I wish I could not even take 1 but for me that's no option. Read the forum, make yourself a commintment and stick to it.
I played golf today for the first time in 5 weeks after my surgery and shot a 77 and did not take an ES. It was the first time in my 17 years of playing I did it without smoking, drinking or taking something. I'm not going to lie, after nine holes I was suck'n egg's and if I had brought one I would have taken it.
Without this forum I would not have had this minor accomplishment. Thank you all!
Teeitup!
We will be here when you are ready.
Rex
Read the forum when you can and it will help give strength you did not think you had!
Many people here are willing to give you personal email addresses if you'd like. Just ask and you'll be suprised how many are willing to help.
Good luck!
Teeitup!
I have gone from heavy use to clean for months, then back again, on and on. For me it will be a lifetime battle. But this forum has helped me 1) realize I'm not alone 2) People do care 3) There is a way to fight and win your life back 4) Never give up!

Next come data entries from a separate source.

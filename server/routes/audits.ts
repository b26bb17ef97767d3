/**
 * Sampling audits (shared/schemas/audits.ts; the plans and the decision: shared/calc/sampling.ts).
 * GET  /jobs/:jobId/audits[?levelId=]      GC manager, inspector; with levelId the walk screens' unit marks
 * POST /jobs/:jobId/audits                 GC manager, inspector (Idempotency-Key) → 201; the lot is frozen now
 * GET  /jobs/:jobId/audits/:auditId.csv    GC manager, inspector; the audit report, cells neutralised; rate-limited
 * GET  /jobs/:jobId/audits/:auditId        GC manager, inspector → state and decision
 * Subcontractors are not shown audits: a sample's results count every company's findings.
 */
import { Router } from 'express';
import type { z } from 'zod';
import { auditListQuerySchema, auditParamsSchema, createAuditSchema, type AuditListResponse } from '../../shared/schemas/audits';
import { jobParamsSchema } from '../../shared/schemas/setup';
import { planAudit } from '../commands/planAudit';
import { valid, validate } from '../middleware/validate';
import { policy } from '../policies';
import { auditCsvRows, auditDetail, checkLevel, listAudits } from '../services/audits';
import { csvFileName, exportLimiter } from '../services/csvSafe';
import { sendRecordsAsCsv } from '../services/csvStream';
import { idempotentWrite } from '../services/idempotency';
import { sequelizeOf } from '../services/records';

const AUDIT_ROLES = ['gc_manager', 'inspector'] as const;

export function auditsRouter(): Router {
  const router = Router();

  router.get('/jobs/:jobId/audits', policy.jobMember(AUDIT_ROLES), validate({ params: jobParamsSchema, query: auditListQuerySchema }), async (req, res) => {
    const { levelId } = valid<z.infer<typeof auditListQuerySchema>>(req.valid.query);
    const db = { sequelize: sequelizeOf(req) };
    const jobId = req.membership!.job.id;
    if (levelId) await checkLevel(db, jobId, levelId);
    const body: AuditListResponse = { ...(await listAudits(db, jobId, levelId)), nextCursor: null };
    res.json(body);
  });

  router.post('/jobs/:jobId/audits', policy.jobMember(AUDIT_ROLES), validate({ params: jobParamsSchema, body: createAuditSchema }), async (req, res) => {
    const body = valid<z.output<typeof createAuditSchema>>(req.valid.body);
    await idempotentWrite(req, res, async (transaction) => {
      const detail = await planAudit(
        { sequelize: sequelizeOf(req), transaction, jobId: req.membership!.job.id, actorId: req.user!.id, clock: () => new Date() },
        body,
      );
      return { status: 201, body: detail };
    });
  });

  router.get('/jobs/:jobId/audits/:auditId.csv', policy.jobMember(AUDIT_ROLES), exportLimiter(), validate({ params: auditParamsSchema }), async (req, res) => {
    const { auditId } = valid<z.infer<typeof auditParamsSchema>>(req.valid.params);
    const { job } = req.membership!;
    const rows = await auditCsvRows({ sequelize: sequelizeOf(req) }, job.id, auditId);
    await sendRecordsAsCsv(res, csvFileName(`audit-${rows[1]![2]}`, job.name), rows);
  });

  router.get('/jobs/:jobId/audits/:auditId', policy.jobMember(AUDIT_ROLES), validate({ params: auditParamsSchema }), async (req, res) => {
    const { auditId } = valid<z.infer<typeof auditParamsSchema>>(req.valid.params);
    res.json(await auditDetail({ sequelize: sequelizeOf(req) }, req.membership!.job.id, auditId));
  });

  return router;
}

Right now I'm on the use after 5 months of clean. My world is go to work with 1 pill in my pocket and struggle through the day (need my wits about me at work,) then as soon as I get home - bamm --- 70-100mg hydro and I'm away from "it." Away from what I don't know, that's my struggle. I hate me right now. Like most I'm trying to figure out what "it" is. I pray I will someday figure it out before it does me in.
Anyway, welcome! Your amoungst people who understand.
Nod
This is Day 3 of no oxycontin. I was taking 160mg since August of last year. My doctor decided, suddenly to discontine writing prescriptions for me. I was frantic - especially reading all the post about how painful withdrawal can be.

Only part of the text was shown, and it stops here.